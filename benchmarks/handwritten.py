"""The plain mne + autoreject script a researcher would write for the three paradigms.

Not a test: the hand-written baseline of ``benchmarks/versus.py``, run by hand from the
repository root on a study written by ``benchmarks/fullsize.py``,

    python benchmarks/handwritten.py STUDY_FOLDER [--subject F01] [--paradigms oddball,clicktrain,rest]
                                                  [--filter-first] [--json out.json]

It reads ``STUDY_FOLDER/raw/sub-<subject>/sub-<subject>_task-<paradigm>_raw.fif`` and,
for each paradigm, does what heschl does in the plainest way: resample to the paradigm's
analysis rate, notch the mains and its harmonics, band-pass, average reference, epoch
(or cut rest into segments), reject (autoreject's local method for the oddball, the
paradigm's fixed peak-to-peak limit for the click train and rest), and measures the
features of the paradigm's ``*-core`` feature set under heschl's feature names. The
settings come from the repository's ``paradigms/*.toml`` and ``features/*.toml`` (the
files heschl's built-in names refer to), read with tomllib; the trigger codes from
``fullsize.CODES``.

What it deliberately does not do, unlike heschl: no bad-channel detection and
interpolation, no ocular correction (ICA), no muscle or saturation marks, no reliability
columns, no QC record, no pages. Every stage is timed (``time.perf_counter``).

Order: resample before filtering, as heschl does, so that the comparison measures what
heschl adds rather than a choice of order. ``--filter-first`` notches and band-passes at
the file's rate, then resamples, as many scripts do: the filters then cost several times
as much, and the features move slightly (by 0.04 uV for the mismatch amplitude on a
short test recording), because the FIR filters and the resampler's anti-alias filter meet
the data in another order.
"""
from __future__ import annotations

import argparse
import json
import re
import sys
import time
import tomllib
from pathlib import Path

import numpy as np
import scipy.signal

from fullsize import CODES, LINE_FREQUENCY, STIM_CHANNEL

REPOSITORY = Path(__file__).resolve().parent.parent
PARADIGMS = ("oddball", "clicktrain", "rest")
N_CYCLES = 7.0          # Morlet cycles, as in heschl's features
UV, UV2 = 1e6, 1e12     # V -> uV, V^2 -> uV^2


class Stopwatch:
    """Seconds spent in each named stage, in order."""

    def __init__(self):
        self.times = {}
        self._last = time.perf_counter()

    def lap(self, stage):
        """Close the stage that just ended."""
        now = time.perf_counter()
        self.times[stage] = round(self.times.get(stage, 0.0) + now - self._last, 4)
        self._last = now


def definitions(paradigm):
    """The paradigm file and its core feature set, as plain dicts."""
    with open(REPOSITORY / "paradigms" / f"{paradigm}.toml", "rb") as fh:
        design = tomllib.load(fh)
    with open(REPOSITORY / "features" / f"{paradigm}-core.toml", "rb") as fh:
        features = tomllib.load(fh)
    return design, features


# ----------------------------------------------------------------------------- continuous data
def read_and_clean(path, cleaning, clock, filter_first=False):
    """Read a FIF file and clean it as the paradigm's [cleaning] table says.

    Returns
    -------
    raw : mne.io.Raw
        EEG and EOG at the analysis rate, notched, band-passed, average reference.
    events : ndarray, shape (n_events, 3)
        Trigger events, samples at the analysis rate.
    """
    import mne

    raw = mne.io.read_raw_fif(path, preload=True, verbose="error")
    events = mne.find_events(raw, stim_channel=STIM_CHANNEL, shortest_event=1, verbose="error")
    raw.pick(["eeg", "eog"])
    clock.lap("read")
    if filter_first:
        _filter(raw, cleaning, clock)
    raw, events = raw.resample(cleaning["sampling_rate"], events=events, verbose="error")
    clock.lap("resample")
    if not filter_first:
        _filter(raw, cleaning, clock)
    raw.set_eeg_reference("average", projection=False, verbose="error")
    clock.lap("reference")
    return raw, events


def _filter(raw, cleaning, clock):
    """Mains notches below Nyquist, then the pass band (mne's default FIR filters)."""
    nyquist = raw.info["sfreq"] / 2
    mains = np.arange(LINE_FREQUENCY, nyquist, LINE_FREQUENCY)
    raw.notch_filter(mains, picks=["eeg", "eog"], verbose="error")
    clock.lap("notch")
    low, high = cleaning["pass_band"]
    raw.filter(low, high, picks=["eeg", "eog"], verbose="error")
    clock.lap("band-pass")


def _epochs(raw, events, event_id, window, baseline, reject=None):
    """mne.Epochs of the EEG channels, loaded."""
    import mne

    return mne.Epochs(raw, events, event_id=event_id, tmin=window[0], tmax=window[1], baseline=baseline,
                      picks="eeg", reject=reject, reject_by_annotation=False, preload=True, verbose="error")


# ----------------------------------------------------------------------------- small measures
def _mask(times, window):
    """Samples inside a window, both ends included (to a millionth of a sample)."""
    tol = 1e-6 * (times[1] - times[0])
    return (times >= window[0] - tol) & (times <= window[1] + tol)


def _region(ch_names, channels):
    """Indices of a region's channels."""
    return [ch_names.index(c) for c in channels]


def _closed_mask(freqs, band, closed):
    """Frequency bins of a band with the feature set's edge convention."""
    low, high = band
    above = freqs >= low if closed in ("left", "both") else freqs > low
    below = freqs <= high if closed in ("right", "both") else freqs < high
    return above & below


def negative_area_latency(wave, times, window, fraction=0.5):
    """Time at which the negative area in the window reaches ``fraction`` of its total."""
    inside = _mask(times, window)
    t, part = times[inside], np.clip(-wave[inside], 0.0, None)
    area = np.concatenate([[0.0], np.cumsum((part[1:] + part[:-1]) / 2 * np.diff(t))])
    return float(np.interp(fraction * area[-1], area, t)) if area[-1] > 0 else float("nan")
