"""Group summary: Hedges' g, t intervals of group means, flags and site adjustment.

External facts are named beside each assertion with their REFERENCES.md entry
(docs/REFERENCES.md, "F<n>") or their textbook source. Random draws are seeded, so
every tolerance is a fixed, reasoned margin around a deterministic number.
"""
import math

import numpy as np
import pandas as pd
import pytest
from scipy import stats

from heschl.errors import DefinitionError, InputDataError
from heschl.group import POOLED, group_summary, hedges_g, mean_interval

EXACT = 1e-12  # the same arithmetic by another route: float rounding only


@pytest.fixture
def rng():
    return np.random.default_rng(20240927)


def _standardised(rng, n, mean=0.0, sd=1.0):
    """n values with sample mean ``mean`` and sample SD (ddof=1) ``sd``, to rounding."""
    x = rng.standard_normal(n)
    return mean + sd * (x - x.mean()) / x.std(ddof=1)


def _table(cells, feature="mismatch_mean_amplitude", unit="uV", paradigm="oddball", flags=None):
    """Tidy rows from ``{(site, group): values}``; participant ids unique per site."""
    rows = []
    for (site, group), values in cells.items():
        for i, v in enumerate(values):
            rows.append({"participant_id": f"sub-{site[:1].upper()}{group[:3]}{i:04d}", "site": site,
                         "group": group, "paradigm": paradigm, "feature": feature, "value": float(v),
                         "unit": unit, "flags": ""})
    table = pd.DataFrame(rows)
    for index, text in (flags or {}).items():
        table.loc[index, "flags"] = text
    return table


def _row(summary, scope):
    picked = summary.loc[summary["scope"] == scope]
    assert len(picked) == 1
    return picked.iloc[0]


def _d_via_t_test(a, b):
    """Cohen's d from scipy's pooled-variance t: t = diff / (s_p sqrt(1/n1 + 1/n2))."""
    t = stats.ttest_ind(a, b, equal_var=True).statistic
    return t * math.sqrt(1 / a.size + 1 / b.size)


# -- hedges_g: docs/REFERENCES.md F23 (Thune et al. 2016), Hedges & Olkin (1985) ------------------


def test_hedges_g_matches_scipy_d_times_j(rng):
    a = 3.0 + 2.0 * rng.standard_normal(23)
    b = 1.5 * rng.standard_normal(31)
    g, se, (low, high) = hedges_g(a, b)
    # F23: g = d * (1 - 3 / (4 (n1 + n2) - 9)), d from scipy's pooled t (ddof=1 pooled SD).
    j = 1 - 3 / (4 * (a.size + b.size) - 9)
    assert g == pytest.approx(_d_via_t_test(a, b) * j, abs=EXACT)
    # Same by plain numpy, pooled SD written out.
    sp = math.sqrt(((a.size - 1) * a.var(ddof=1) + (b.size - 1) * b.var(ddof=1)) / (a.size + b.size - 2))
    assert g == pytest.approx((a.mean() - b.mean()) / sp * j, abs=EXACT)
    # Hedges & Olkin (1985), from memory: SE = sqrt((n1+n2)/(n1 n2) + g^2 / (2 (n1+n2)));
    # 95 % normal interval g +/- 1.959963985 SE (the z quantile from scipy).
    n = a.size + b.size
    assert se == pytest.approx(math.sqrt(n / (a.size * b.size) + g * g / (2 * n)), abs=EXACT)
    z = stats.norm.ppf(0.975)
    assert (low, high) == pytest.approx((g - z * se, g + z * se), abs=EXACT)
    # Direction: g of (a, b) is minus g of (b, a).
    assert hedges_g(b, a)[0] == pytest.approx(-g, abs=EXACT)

▬▬▬

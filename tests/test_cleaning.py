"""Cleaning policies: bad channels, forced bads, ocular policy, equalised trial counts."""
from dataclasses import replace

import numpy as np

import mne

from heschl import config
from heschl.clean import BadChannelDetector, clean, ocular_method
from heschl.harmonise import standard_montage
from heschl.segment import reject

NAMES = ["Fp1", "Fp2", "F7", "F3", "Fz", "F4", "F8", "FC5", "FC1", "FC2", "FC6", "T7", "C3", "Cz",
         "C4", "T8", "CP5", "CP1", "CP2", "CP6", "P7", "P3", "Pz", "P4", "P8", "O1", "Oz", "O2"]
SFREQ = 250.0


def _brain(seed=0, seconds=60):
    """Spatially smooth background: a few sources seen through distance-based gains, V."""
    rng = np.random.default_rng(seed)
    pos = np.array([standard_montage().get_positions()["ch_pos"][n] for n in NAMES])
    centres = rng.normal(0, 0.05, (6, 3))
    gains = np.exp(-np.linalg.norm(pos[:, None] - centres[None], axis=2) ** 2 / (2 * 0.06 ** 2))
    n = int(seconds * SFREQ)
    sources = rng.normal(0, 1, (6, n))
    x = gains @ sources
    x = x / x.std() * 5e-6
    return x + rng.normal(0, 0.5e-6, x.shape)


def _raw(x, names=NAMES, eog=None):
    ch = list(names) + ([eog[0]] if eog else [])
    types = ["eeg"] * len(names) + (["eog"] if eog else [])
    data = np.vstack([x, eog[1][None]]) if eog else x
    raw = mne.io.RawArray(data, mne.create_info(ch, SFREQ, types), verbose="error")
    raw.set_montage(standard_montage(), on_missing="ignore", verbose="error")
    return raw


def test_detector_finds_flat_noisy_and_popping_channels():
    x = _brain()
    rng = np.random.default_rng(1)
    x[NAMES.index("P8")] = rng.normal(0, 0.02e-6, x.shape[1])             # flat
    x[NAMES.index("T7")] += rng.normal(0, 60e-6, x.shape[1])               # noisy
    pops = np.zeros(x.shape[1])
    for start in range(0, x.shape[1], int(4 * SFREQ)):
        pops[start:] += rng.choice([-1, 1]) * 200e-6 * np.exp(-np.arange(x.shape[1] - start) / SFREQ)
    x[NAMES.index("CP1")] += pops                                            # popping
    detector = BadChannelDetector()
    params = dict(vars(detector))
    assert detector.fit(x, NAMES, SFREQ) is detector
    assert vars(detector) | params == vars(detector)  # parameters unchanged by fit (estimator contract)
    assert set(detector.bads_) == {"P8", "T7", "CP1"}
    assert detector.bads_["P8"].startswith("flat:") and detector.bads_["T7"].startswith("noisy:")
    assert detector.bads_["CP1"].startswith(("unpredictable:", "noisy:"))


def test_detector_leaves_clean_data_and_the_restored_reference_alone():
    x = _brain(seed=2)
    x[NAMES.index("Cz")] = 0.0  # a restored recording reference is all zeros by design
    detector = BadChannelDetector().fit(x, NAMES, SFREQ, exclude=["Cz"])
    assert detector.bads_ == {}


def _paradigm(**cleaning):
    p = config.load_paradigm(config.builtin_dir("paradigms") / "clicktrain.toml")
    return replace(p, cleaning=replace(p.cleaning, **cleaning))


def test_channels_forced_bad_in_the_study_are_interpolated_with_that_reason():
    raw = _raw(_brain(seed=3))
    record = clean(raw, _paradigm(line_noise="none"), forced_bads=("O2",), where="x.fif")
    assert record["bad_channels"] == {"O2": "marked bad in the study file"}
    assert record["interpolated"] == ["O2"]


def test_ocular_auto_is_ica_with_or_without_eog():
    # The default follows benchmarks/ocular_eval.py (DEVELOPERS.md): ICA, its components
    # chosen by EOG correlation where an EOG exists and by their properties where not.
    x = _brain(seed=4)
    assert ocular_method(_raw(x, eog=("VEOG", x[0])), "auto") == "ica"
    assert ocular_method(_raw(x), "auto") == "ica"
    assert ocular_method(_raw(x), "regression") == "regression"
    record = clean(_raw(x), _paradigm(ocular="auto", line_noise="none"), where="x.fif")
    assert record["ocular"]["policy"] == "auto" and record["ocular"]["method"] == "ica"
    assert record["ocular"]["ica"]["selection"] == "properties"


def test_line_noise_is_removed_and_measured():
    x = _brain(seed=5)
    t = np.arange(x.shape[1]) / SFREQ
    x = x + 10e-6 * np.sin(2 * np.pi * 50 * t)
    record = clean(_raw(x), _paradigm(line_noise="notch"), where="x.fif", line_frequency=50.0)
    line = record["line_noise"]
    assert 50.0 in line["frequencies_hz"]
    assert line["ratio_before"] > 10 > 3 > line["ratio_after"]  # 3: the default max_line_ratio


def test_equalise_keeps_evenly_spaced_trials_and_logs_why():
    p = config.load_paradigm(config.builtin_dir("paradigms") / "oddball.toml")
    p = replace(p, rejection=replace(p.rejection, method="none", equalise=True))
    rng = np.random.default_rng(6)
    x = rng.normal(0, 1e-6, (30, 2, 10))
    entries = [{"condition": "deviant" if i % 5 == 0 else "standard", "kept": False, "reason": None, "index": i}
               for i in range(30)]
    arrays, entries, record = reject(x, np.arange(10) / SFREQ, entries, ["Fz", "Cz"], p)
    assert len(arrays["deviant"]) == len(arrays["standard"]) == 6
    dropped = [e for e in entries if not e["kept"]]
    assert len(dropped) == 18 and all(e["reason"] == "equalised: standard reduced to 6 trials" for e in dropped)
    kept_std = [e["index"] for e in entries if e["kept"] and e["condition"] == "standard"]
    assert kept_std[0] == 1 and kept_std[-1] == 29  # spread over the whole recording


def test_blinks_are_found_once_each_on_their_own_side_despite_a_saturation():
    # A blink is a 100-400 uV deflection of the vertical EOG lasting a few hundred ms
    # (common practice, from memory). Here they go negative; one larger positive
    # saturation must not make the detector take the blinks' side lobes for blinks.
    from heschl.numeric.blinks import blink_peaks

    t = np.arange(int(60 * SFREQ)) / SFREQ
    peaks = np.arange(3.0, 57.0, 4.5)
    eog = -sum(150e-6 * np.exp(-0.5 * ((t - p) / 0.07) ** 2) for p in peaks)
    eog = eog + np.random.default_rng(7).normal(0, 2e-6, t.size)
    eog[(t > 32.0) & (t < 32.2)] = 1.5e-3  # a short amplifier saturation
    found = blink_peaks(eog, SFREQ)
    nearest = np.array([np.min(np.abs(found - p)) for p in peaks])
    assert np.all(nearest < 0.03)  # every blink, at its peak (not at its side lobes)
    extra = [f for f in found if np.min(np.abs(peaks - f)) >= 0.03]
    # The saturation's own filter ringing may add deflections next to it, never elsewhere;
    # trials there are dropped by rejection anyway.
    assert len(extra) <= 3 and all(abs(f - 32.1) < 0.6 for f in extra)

▬▬▬

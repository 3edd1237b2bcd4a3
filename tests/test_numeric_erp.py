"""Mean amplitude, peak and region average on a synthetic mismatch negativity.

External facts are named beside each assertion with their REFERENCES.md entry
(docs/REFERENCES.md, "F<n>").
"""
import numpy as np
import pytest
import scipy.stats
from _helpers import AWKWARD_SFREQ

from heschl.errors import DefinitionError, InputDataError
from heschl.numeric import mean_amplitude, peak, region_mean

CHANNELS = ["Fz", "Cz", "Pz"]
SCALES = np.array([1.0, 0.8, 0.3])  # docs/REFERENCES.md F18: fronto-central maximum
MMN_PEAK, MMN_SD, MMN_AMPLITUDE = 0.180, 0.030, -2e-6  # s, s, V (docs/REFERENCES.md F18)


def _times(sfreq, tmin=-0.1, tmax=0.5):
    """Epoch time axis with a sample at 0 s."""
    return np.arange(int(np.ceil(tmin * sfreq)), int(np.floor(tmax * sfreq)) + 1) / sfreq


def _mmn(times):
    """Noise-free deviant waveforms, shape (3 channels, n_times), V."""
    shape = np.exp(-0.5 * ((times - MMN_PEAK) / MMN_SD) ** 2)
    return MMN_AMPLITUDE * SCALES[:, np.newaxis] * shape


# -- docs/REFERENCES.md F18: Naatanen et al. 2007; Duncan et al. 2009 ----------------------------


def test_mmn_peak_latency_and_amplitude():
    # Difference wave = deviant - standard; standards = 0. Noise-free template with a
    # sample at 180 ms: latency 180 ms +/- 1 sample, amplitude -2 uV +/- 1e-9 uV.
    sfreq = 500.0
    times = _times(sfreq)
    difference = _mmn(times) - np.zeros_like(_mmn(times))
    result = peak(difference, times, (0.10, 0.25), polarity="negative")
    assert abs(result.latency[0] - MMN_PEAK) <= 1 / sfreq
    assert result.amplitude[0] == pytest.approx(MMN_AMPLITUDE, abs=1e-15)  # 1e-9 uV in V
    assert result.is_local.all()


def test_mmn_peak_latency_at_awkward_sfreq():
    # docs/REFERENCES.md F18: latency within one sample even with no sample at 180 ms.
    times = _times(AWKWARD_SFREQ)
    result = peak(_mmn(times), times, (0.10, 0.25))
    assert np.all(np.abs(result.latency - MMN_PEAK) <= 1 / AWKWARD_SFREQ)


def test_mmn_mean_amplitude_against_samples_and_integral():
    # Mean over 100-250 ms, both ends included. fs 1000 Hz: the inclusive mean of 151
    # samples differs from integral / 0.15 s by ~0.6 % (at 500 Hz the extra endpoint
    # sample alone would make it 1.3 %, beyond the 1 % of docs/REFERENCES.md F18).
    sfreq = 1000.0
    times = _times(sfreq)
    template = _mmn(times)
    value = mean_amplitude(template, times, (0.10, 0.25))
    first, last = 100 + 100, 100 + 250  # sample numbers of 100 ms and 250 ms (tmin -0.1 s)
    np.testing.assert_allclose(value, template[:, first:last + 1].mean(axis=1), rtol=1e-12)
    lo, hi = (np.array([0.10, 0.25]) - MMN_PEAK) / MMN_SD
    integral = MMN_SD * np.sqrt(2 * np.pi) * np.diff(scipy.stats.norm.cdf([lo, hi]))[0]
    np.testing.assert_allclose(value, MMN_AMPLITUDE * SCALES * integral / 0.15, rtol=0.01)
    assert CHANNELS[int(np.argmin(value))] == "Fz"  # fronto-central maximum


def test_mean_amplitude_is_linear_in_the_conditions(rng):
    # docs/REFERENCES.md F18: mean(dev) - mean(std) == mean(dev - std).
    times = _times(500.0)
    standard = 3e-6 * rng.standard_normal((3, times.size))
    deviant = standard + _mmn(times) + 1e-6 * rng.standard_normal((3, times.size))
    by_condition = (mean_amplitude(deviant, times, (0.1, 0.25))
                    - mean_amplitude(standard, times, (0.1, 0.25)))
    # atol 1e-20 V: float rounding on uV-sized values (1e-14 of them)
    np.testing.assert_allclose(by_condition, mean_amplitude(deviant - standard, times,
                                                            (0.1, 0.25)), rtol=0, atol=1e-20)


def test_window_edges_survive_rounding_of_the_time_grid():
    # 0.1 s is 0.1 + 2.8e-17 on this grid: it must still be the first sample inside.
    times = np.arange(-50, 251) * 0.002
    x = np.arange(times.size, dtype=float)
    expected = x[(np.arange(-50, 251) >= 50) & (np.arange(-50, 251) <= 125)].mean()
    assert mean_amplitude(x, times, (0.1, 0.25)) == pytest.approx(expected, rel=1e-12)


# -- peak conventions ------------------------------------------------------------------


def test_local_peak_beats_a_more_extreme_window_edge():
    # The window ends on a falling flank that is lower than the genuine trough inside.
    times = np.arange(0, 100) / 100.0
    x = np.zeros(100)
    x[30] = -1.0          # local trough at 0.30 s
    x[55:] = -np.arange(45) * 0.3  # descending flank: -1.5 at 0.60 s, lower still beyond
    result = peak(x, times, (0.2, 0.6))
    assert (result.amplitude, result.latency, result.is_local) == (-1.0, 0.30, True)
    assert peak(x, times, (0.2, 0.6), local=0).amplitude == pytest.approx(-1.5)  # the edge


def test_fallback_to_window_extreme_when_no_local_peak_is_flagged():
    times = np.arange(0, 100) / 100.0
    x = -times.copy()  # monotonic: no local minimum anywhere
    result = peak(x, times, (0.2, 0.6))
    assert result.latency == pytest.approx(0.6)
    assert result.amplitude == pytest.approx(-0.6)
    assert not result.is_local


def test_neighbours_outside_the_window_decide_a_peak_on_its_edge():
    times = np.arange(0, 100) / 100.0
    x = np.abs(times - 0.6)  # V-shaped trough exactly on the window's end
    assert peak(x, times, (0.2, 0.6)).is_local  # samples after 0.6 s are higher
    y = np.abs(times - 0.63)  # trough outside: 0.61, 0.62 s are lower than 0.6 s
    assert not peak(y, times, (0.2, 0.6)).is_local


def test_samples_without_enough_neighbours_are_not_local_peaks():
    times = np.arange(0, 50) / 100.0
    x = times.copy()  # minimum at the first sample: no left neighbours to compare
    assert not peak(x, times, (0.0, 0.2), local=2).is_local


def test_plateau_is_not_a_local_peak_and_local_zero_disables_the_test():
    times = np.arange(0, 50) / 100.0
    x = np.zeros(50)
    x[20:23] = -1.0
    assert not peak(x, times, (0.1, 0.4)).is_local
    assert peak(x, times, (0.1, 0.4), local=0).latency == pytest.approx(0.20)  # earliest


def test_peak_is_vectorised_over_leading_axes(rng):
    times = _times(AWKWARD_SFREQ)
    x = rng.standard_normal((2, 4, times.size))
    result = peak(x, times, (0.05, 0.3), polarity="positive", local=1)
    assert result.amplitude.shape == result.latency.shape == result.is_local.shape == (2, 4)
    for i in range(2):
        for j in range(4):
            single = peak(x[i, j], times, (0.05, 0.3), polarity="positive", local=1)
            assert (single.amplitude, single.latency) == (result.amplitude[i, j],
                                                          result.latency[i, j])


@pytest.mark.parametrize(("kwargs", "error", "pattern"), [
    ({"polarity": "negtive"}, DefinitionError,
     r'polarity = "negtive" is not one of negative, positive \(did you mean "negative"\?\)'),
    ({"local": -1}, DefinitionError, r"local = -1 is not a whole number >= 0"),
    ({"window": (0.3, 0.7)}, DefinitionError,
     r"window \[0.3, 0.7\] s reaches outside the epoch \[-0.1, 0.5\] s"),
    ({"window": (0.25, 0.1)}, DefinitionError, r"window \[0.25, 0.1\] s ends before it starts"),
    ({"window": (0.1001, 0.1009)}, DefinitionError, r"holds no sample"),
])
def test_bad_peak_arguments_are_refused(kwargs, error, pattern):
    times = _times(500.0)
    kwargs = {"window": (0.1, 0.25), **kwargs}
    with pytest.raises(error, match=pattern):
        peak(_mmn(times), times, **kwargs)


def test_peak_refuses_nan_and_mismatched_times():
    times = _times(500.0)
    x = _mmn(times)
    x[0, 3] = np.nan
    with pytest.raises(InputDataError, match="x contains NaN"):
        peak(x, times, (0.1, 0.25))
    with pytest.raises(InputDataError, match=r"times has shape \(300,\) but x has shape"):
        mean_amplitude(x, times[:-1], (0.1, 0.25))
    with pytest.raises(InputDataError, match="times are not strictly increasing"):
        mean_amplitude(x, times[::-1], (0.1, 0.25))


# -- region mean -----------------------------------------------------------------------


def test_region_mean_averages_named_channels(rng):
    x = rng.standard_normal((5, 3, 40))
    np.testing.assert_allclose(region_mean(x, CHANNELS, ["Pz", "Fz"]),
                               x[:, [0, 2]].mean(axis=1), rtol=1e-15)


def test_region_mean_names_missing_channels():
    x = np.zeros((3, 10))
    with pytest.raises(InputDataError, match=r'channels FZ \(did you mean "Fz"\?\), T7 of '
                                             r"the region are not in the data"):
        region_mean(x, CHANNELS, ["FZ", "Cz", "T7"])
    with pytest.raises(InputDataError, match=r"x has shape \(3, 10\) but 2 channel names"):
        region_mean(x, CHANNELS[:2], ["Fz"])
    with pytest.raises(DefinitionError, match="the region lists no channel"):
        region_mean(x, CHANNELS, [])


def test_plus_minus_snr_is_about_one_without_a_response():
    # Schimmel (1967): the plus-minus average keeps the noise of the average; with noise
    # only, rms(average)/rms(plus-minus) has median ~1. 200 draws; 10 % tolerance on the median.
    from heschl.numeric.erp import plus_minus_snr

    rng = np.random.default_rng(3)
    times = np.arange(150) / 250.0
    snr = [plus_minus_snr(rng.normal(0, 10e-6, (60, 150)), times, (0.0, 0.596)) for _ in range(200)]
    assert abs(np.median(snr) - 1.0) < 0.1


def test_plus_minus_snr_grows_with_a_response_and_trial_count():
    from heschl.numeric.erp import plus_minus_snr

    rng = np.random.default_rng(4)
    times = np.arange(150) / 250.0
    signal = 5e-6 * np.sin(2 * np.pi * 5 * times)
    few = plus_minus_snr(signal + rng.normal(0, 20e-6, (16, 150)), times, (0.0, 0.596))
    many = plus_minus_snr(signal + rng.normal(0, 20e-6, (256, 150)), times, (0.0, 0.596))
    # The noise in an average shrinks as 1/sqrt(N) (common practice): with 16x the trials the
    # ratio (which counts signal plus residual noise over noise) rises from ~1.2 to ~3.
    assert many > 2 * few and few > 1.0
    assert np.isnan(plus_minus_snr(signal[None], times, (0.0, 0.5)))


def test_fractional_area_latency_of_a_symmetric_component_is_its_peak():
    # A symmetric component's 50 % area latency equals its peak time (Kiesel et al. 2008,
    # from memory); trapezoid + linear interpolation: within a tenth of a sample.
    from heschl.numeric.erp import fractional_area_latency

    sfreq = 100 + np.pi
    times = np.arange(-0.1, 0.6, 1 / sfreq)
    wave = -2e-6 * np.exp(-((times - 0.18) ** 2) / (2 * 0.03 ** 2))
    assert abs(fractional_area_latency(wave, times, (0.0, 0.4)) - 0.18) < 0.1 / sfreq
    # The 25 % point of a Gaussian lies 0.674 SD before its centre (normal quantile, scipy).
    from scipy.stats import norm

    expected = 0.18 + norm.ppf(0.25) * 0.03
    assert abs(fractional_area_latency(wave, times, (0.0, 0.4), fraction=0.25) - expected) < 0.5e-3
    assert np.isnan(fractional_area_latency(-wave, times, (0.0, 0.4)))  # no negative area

▬▬▬

### Aim of the exercise
Begin at the line above that has "filename benchmarks/handwritten.py" and stop after the line that has "python benchmarks/handwritten.py STUDY_FOLDER", copying each line exactly and adding nothing else.

### Response
filename benchmarks/handwritten.py
"""The plain mne + autoreject script a researcher would write for the three paradigms.

Not a test: the hand-written baseline of ``benchmarks/versus.py``, run by hand from the
repository root on a study written by ``benchmarks/fullsize.py``,

    python benchmarks/handwritten.py STUDY_FOLDER [--subject F01] [--paradigms oddball,clicktrain,rest]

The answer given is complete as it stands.